◆ Given data ◆
%%
//! The columns of several logs as those of one.

use crate::logbook::log::{Record, readable};
use crate::logbook::names::ColumnNames;

/// The name of the column that says where a row came from.
const ORIGIN: &str = "read_from";

/// The columns of all logs so far, in the order that they were met in.
#[derive(Debug, Default)]
pub struct Union {
    /// Their names, as first written.
    pub titles: Vec<String>,
    /// What makes two names one: ours, or theirs in small letters; and which of several alike.
    keys: Vec<(String, usize)>,
}

/// Where each cell of one log stands in all of them.
#[derive(Debug)]
pub struct Layout(Vec<usize>);

impl Union {
    /// Adds a log's columns.
    pub fn add(&mut self, titles: &Record, names: &ColumnNames) -> Layout {
        let mut own: Vec<String> = Vec::new();
        let mut places = Vec::new();
        for title in titles.cells() {
            let title = readable(title);
            let title = title.trim();
            let name = names.ours(title).map_or_else(|| title.to_ascii_lowercase(), str::to_owned);
            let key = (name.clone(), own.iter().filter(|n| **n == name).count());
            own.push(name);
            places.push(self.keys.iter().position(|k| *k == key).unwrap_or_else(|| {
                self.keys.push(key);
                self.titles.push(title.to_owned());
                self.titles.len() - 1
            }));
        }
        Layout(places)
    }

    /// The name of the column of origins: one that no log has.
    pub fn origin(&self) -> String {
        let taken = |name: &str| self.keys.iter().any(|(key, _)| key == name);
        (1..).map(|n| if n == 1 { ORIGIN.to_owned() } else { format!("{ORIGIN}_{n}") }).find(|name| !taken(name)).unwrap_or_default()
    }
}

impl Layout {
    /// Puts `cells` where they belong in a row of `width`, then the origin, then what was left over behind the header.
    pub fn lay(&self, cells: &mut [Vec<u8>], row: &mut Vec<Vec<u8>>, width: usize, origin: Vec<u8>) {
        row.clear();
        row.resize(width, Vec::new());
        let mut over = Vec::new();
        for (at, cell) in cells.iter_mut().enumerate() {
            match self.0.get(at).and_then(|&place| row.get_mut(place)) {
                Some(slot) => *slot = std::mem::take(cell),
                None => over.push(std::mem::take(cell)),
            }
        }
        row.push(origin);
        row.append(&mut over);
    }
}

#[cfg(test)]
mod tests {
    use super::*;
    use crate::logbook::log::LogReader;

    #[test]
    fn names_alike_are_one_column() {
        let titles = |header: &str| {
            let text = format!("{header}\n");
            LogReader::new(text.as_bytes(), "made", true).unwrap().titles
        };
        let mut union = Union::default();
        let names = ColumnNames::read("names", "utc = \"GMT\"").unwrap();
        union.add(&titles("utc,Lat,lon,body,tide,tide"), &names);
        let second = union.add(&titles("body,utc,lat,lon,tide,read_from"), &names);
        assert_eq!(union.titles, ["utc", "Lat", "lon", "body", "tide", "tide", "read_from"]);
        assert_eq!(union.origin(), "read_from_2");
        let (mut row, mut cells) = (Vec::new(), ["Sun", "t", "1", "2", "high", "x", "over"].map(|c| c.as_bytes().to_vec()));
        second.lay(&mut cells, &mut row, 7, b"here".to_vec());
        assert_eq!(row.join(&b','), b"t,1,2,Sun,high,,x,here,over");
    }
}
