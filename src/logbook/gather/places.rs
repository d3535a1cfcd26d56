//! Where each row of several logs came from.

use crate::logbook::sheet::SheetText;

/// One log among several.
#[derive(Debug, Clone)]
pub struct Part {
    /// The file's name, as it was given.
    pub file: String,
    /// What it is.
    pub kind: PartKind,
}

/// What a part is.
#[derive(Debug, Clone)]
pub enum PartKind {
    /// Separated text.
    Text,
    /// A sheet of a workbook.
    Sheet {
        /// Its name.
        name: String,
        /// What was read of it.
        text: SheetText,
    },
}

impl Part {
    /// The line of the file, or the row of the sheet, from 1, of the data row `number`; `line` is that of the text it was read from.
    pub(super) fn line_of(&self, number: u64, line: u64) -> u64 {
        match &self.kind {
            PartKind::Text => line,
            PartKind::Sheet { text, .. } => text.row_of(number).map_or(line, u64::from),
        }
    }

    /// The origin of a row as a cell has it: `march.csv:17`, `log.xlsx:March!17`; never begun so that a spreadsheet takes it for a
    /// formula.
    pub(super) fn cell_of(&self, line: u64) -> String {
        let file = self.file.rsplit(['/', '\\']).next().unwrap_or(&self.file);
        let safe = if file.starts_with(['=', '+', '-', '@']) { "./" } else { "" };
        match &self.kind {
            PartKind::Text => format!("{safe}{file}:{line}"),
            PartKind::Sheet { name, .. } => format!("{safe}{file}:{name}!{line}"),
        }
    }
}

/// Where the rows of several logs came from, in runs of rows that follow each other.
#[derive(Debug, Clone, Default)]
pub struct Places {
    /// The logs.
    pub parts: Vec<Part>,
    runs: Vec<Run>,
    rows: u64,
}

#[derive(Debug, Clone, Copy)]
struct Run {
    first: u64,
    line: u64,
    part: u32,
}

impl Places {
    pub(super) fn add(&mut self, part: u32, line: u64) {
        self.rows += 1;
        let follows = self.runs.last().is_some_and(|run| run.part == part && run.line + (self.rows - run.first) == line);
        if !follows {
            self.runs.push(Run { first: self.rows, line, part });
        }
    }

    /// Which of the logs the data row `number`, from 1, came from; 0 where it is none of theirs.
    pub fn part_of(&self, number: u64) -> usize {
        let at = self.runs.partition_point(|run| run.first <= number).checked_sub(1);
        at.and_then(|at| self.runs.get(at)).map_or(0, |run| run.part as usize)
    }

    /// Where the data row `number`, from 1, came from: the log, and its line or row there.
    pub fn of(&self, number: u64) -> Option<(&Part, u64)> {
        let at = self.runs.partition_point(|run| run.first <= number).checked_sub(1)?;
        let run = self.runs.get(at)?;
        Some((self.parts.get(run.part as usize)?, run.line + (number - run.first)))
    }

    /// The same in words, as a message begins: `march.csv, line 17`; for a sheet the cells under those columns, `log.xlsx, sheet March,
    /// cell C17`, or its row.
    pub fn words(&self, number: u64, columns: &[&str]) -> Option<String> {
        let (part, line) = self.of(number)?;
        Some(match &part.kind {
            PartKind::Text => format!("{}, line {line}", part.file),
            PartKind::Sheet { name, text } => {
                let cells: Vec<String> = columns.iter().filter_map(|c| Some(format!("{}{line}", text.letters_of(c)?))).collect();
                let place = match cells.as_slice() {
                    [] => format!("row {line}"),
                    [one] => format!("cell {one}"),
                    several => format!("cells {}", several.join(", ")),
                };
                format!("{}, sheet {name}, {place}", part.file)
            }
        })
    }
}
%%
◆ About this task ◆
Each line from the top of the records down to the one with "own.push(name);" must be retyped exactly; include both ends and nothing else.

◆ Answer space ◆
//! The columns of several logs as those of one.

use crate::logbook::log::{Record, readable};
use crate::logbook::names::ColumnNames;

/// The name of the column that says where a row came from.
const ORIGIN: &str = "read_from";

/// The columns of all logs so far, in the order that they were met in.
#[derive(Debug, Default)]
pub struct Union {
    /// Their names, as first written.
    pub titles: Vec<String>,
    /// What makes two names one: ours, or theirs in small letters; and which of several alike.
    keys: Vec<(String, usize)>,
}

/// Where each cell of one log stands in all of them.
#[derive(Debug)]
pub struct Layout(Vec<usize>);

impl Union {
    /// Adds a log's columns.
    pub fn add(&mut self, titles: &Record, names: &ColumnNames) -> Layout {
        let mut own: Vec<String> = Vec::new();
        let mut places = Vec::new();
        for title in titles.cells() {
            let title = readable(title);
            let title = title.trim();
            let name = names.ours(title).map_or_else(|| title.to_ascii_lowercase(), str::to_owned);
            let key = (name.clone(), own.iter().filter(|n| **n == name).count());
            own.push(name);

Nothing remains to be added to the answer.